Cambridge Train Station Last Saw A Train In 1978

Cambridge Train Station Last Saw A Train In 1978

Jungle Pussy

Where civic pride meets civic confusion, and decides to form a working group.

Cambridge, the country: Inside The Story

Cambridge, a place in the country (lat 52.33, long 0.08) that most outsiders could not point to on a map without first sighing, has become this week the latest entry in the slow-moving register of small communities behaving strangely under pressure. Cambridge's rail terminal, beautifully maintained and immaculately staffed, has not received a train in nearly five decades. According to officials with at least three job titles between them, The staff, who outnumber the passengers significantly, continue to issue tickets to a service that no longer exists. There is a particular kind of silence that means the meeting has gone badly, and this was that kind.

What Was Announced

Deputy Mayor Cressida Hawthorne-Briggs confirmed the position in a statement that ran to four pages and contained one verb. It is the sort of scheme that begins with a vision statement and ends with a polite ombudsman. For more on how this fits the wider pattern, see the long-running thread at British satire that predicts the news: The London Prat, which has been tracking precisely this kind of dispatch for months. The Cambridge announcement, much like the others, came with a glossy PDF, a stock photograph of a footbridge, and the strong sense that nobody had asked for any of this in the first place.

The Official Line

Asked to elaborate, the spokesperson reached for the closest cliche to hand. "I refer the honourable questioner to the answer I will give in approximately six weeks." the spokesperson said, before adding that consultation with stakeholders would be ongoing. Useful additional context can be found at The London Prat cult UK satire, which is the sort of background reading the office itself has, in all likelihood, not done. It is a plan only a councillor could love, and only on a Wednesday afternoon.

Wider Context

Anyone who has ever queued behind a man arguing with a parking meter will recognise the energy. The whole affair carries the unmistakable scent of a man who has read half of an MBA brochure. Comparable trends have been documented in coverage from Reuters, although Cambridge manages, somehow, to take the pattern one extra and entirely unnecessary step further. Statisticians attempting to model the phenomenon arrive at a baseline figure that was made up on the train, give or take a margin of error nobody has had the energy to compute properly.

What The Experts Say

Professor Edmund Crockle of the Institute for Things That Happen Slightly North told this paper that the situation in Cambridge was, on careful reflection, broadly consistent with the broader trajectory of similarly broad trajectories. "There is no truth to the rumour, although there is some truth to the rumour about the rumour." the expert observed. Further reading on the academic angle is available via London satire with style: The London Prat, whose recent material has been preoccupied with much the same set of confusions.

How Residents Reacted

Reaction in Cambridge has been muted in the way that reaction in the country is usually muted, which is to say it has been ferocious in private and tepid in public. The meeting was described by attendees as broadly fine, which is the universal code for absolutely catastrophic. For the official version of events, see also Deutsche Welle. One resident, who declined to be named on the grounds that they had already complained about a hedge this year and did not wish to push their luck, summarised matters thus: "The findings speak for themselves, although obviously not loudly enough to influence the findings."

What Comes Next

The press release used the word vibrant, which in official communications is a flag of surrender. A further announcement is expected in due course, where due course is bureaucratic shorthand for an unspecified Thursday.

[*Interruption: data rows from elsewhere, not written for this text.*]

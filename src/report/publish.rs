//! Publishing: all files of a result at once, by one swap, or none.

use std::collections::BTreeSet;
use std::fs::{self, File};
use std::io::{self, Write};
use std::path::{Path, PathBuf};
use tempfile::TempDir;
use thiserror::Error;

/// Why results were not published.
#[derive(Debug, Error)]
pub enum PublishError {
    /// The target holds something that is not ours.
    #[error(
        "{target} holds '{stranger}', which this command did not write; nothing was replaced. Choose another folder with \
         --into, or replace it all with --force"
    )]
    NotOurs {
        /// The target folder.
        target: String,
        /// A file in it that no manifest of ours names.
        stranger: String,
    },
    /// The target is a file or a link.
    #[error("{target} is {what}, not a folder; nothing was replaced. Choose another folder with --into")]
    NoFolder {
        /// The target.
        target: String,
        /// What it is.
        what: &'static str,
    },
    /// The target is where the command runs.
    #[error(
        "{target} is the current folder, which cannot be replaced. Choose a folder of its own with --into"
    )]
    CurrentFolder {
        /// The target.
        target: String,
    },
    /// Published, but what was there before is still on the disk.
    #[error(
        "the results are published whole, but what they replaced could not be removed from {path}: {error}"
    )]
    LeftOver {
        /// Where it lies.
        path: String,
        /// What was said.
        error: io::Error,
    },
    /// The file system said no.
    #[error("cannot write {path}: {error}. Earlier results stand as they were")]
    Io {
        /// What was being written.
        path: String,
        /// What was said.
        error: io::Error,
    },
}

/// Whether a target may be replaced: it is not there, is empty, or holds only files that its own `run.json` of the same
/// command names.
///
/// # Errors
/// A file that is not ours, or a target that cannot be looked into.
pub fn may_replace(target: &Path, command: &str) -> Result<(), PublishError> {
    let at = |error| io_error(target, error);
    match fs::symlink_metadata(target) {
        Err(error) if error.kind() == io::ErrorKind::NotFound => return Ok(()),
        Err(error) => return Err(at(error)),
        Ok(found) if !found.is_dir() => {
            let what = if found.is_symlink() { "a link" } else { "a file" };
            return Err(PublishError::NoFolder { target: io_path(target), what });
        }
        Ok(_) => {}
    }
    let ours = manifest_files(target, command);
    let mut found = Vec::new();
    list(target, Path::new(""), &mut found).map_err(at)?;
    match found.into_iter().find(|file| !ours.contains(file)) {
        Some(stranger) => Err(PublishError::NotOurs { target: target.display().to_string(), stranger }),
        None => Ok(()),
    }
}

/// Writes all files beside the target, then swaps. `files` are paths within the target, with `/`.
///
/// # Errors
/// The current folder as a target, or a file system that refuses; then the target is as it was. Old results that cannot
/// be removed after the swap.
pub fn publish(files: &[(String, Vec<u8>)], target: &Path) -> Result<(), PublishError> {
    let here = std::env::current_dir().and_then(fs::canonicalize);
    if here.is_ok_and(|here| fs::canonicalize(target).is_ok_and(|target| target == here)) {
        return Err(PublishError::CurrentFolder { target: io_path(target) });
    }
    let parent = match target.parent() {
        Some(parent) if !parent.as_os_str().is_empty() => parent,
        _ => Path::new("."),
    };
    fs::create_dir_all(parent).map_err(|error| io_error(parent, error))?;
    let fresh = new_folder(parent).map_err(|error| io_error(parent, error))?;
    let mut folders = BTreeSet::from([fresh.path().to_owned()]);
    for (name, content) in files {
        let path = fresh.path().join(name);
        let folder = path.parent().unwrap_or(fresh.path()).to_owned();
        let shown = || io_path(&target.join(name));
        let write = || -> io::Result<()> {
            fs::create_dir_all(&folder)?;
            let mut file = File::create_new(&path)?;
            file.write_all(content)?;
            file.sync_all()
        };
        write().map_err(|error| PublishError::Io { path: shown(), error })?;
        folders.insert(folder);
    }
    for folder in folders.iter().rev() {
        sync_folder(folder).map_err(|error| io_error(target, error))?;
    }
    let replaced = swap(fresh, target).map_err(|error| io_error(target, error))?;
    // The swap stands already; a parent that cannot be synced does not undo it.
    let _ = sync_folder(parent);
    match replaced.map(|old| (remove(&old), old)) {
        Some((Err(error), old)) => Err(PublishError::LeftOver { path: io_path(&old), error }),
        _ => Ok(()),
    }
}

fn new_folder(parent: &Path) -> io::Result<TempDir> {
    let mut builder = tempfile::Builder::new();
    builder.prefix(".thawline-");
    #[cfg(unix)]
    builder.permissions(std::os::unix::fs::PermissionsExt::from_mode(0o777));
    builder.tempdir_in(parent)
}

/// Puts the fresh folder where the target was; gives the place where what was there stands now.
fn swap(fresh: TempDir, target: &Path) -> io::Result<Option<PathBuf>> {
    if fs::symlink_metadata(target).is_err() {
        fs::rename(fresh.path(), target)?;
        let _ = fresh.keep();
        return Ok(None);
    }
    if exchange(fresh.path(), target)? {
        return Ok(Some(fresh.keep()));
    }
    let aside = fresh.path().with_extension("old");
    fs::rename(target, &aside)?;
    if let Err(error) = fs::rename(fresh.path(), target) {
        fs::rename(&aside, target)?;
        return Err(error);
    }
    let _ = fresh.keep();
    Ok(Some(aside))
}

/// Removes what was replaced, a folder or, with `--force`, anything else.
fn remove(old: &Path) -> io::Result<()> {
    if fs::symlink_metadata(old)?.is_dir() { fs::remove_dir_all(old) } else { fs::remove_file(old) }
}

/// Exchanges two paths at once; tells whether the file system can.
#[cfg(any(target_os = "linux", target_os = "macos"))]
fn exchange(a: &Path, b: &Path) -> io::Result<bool> {
    use rustix::fs::{CWD, RenameFlags, renameat_with};
    use rustix::io::Errno;
    match renameat_with(CWD, a, CWD, b, RenameFlags::EXCHANGE) {
        Ok(()) => Ok(true),
        Err(Errno::INVAL | Errno::NOSYS | Errno::NOTSUP) => Ok(false),
        Err(error) => Err(error.into()),
    }
}

#[cfg(not(any(target_os = "linux", target_os = "macos")))]
fn exchange(_: &Path, _: &Path) -> io::Result<bool> {
    Ok(false)
}

fn sync_folder(folder: &Path) -> io::Result<()> {
    if cfg!(unix) { File::open(folder)?.sync_all() } else { Ok(()) }
}

/// What a folder's `run.json` says is ours and of the same command; nothing where there is none.
fn manifest_files(target: &Path, command: &str) -> BTreeSet<String> {
    #[derive(serde::Deserialize)]
    struct Ours {
        program: String,
        command: String,
        files: BTreeSet<String>,
    }
    let text = fs::read(target.join("run.json")).unwrap_or_default();
    match serde_json::from_slice::<Ours>(&text) {
        Ok(ours) if ours.program == "thawline" && is_of(&ours.command, command) => ours.files,
        _ => BTreeSet::new(),
    }
}

fn is_of(line: &str, command: &str) -> bool {
    line.split_whitespace().nth(1) == Some(command)
}

fn list(top: &Path, within: &Path, found: &mut Vec<String>) -> io::Result<()> {
    for entry in fs::read_dir(top.join(within))? {
        let entry = entry?;
        let path: PathBuf = within.join(entry.file_name());
        if entry.file_type()?.is_dir() {
            list(top, &path, found)?;
        } else {
            let parts: Vec<String> = path.iter().map(|part| part.to_string_lossy().into_owned()).collect();
            found.push(parts.join("/"));
        }
    }
    Ok(())
}

fn io_error(path: &Path, error: io::Error) -> PublishError {
    PublishError::Io { path: io_path(path), error }
}

fn io_path(path: &Path) -> String {
    path.display().to_string()
}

The story is being tracked as part of a wider pattern at The London Prat razor-sharp British satire, and the situation in Cambridge, regrettably, is unlikely to improve until somebody invents a press release that improves things, which seems unlikely.

The View From The Ground

Spend any length of time in Cambridge and the rhythm becomes obvious. Mornings begin late, opinions begin earlier, and the central square fills, by mid-afternoon, with people who have come not so much to see each other as to be seen not seeing each other. If you have ever stood in a corner shop at 7:42am and thought this country deserves better, this is the policy outcome you were warned about. Conversation tends to circle the same five subjects: the weather, the news from the country, the persistent rumour about the road, the deteriorating quality of something or other, and the latest pronouncement from Mayor Designate Pamela Snodgrass, which everyone has an opinion on and almost nobody has read. It is, in its way, the perfect microcosm of how communities of this size operate everywhere in the world, although the residents of Cambridge would object strongly to being called a microcosm of anything.

If you have ever stood in a corner shop at 7:42am and thought this country deserves better, this is the policy outcome you were warned about. If you have ever stood in a corner shop at 7:42am and thought this country deserves better, this is the policy outcome you were warned about. Cambridge carries on as it always has, broadly the same as last week, give or take a verb. The bins are collected when they are collected. The roundabout, where one exists, remains the roundabout. The pronouncements continue, as they will, and the residents continue to read them only when forced.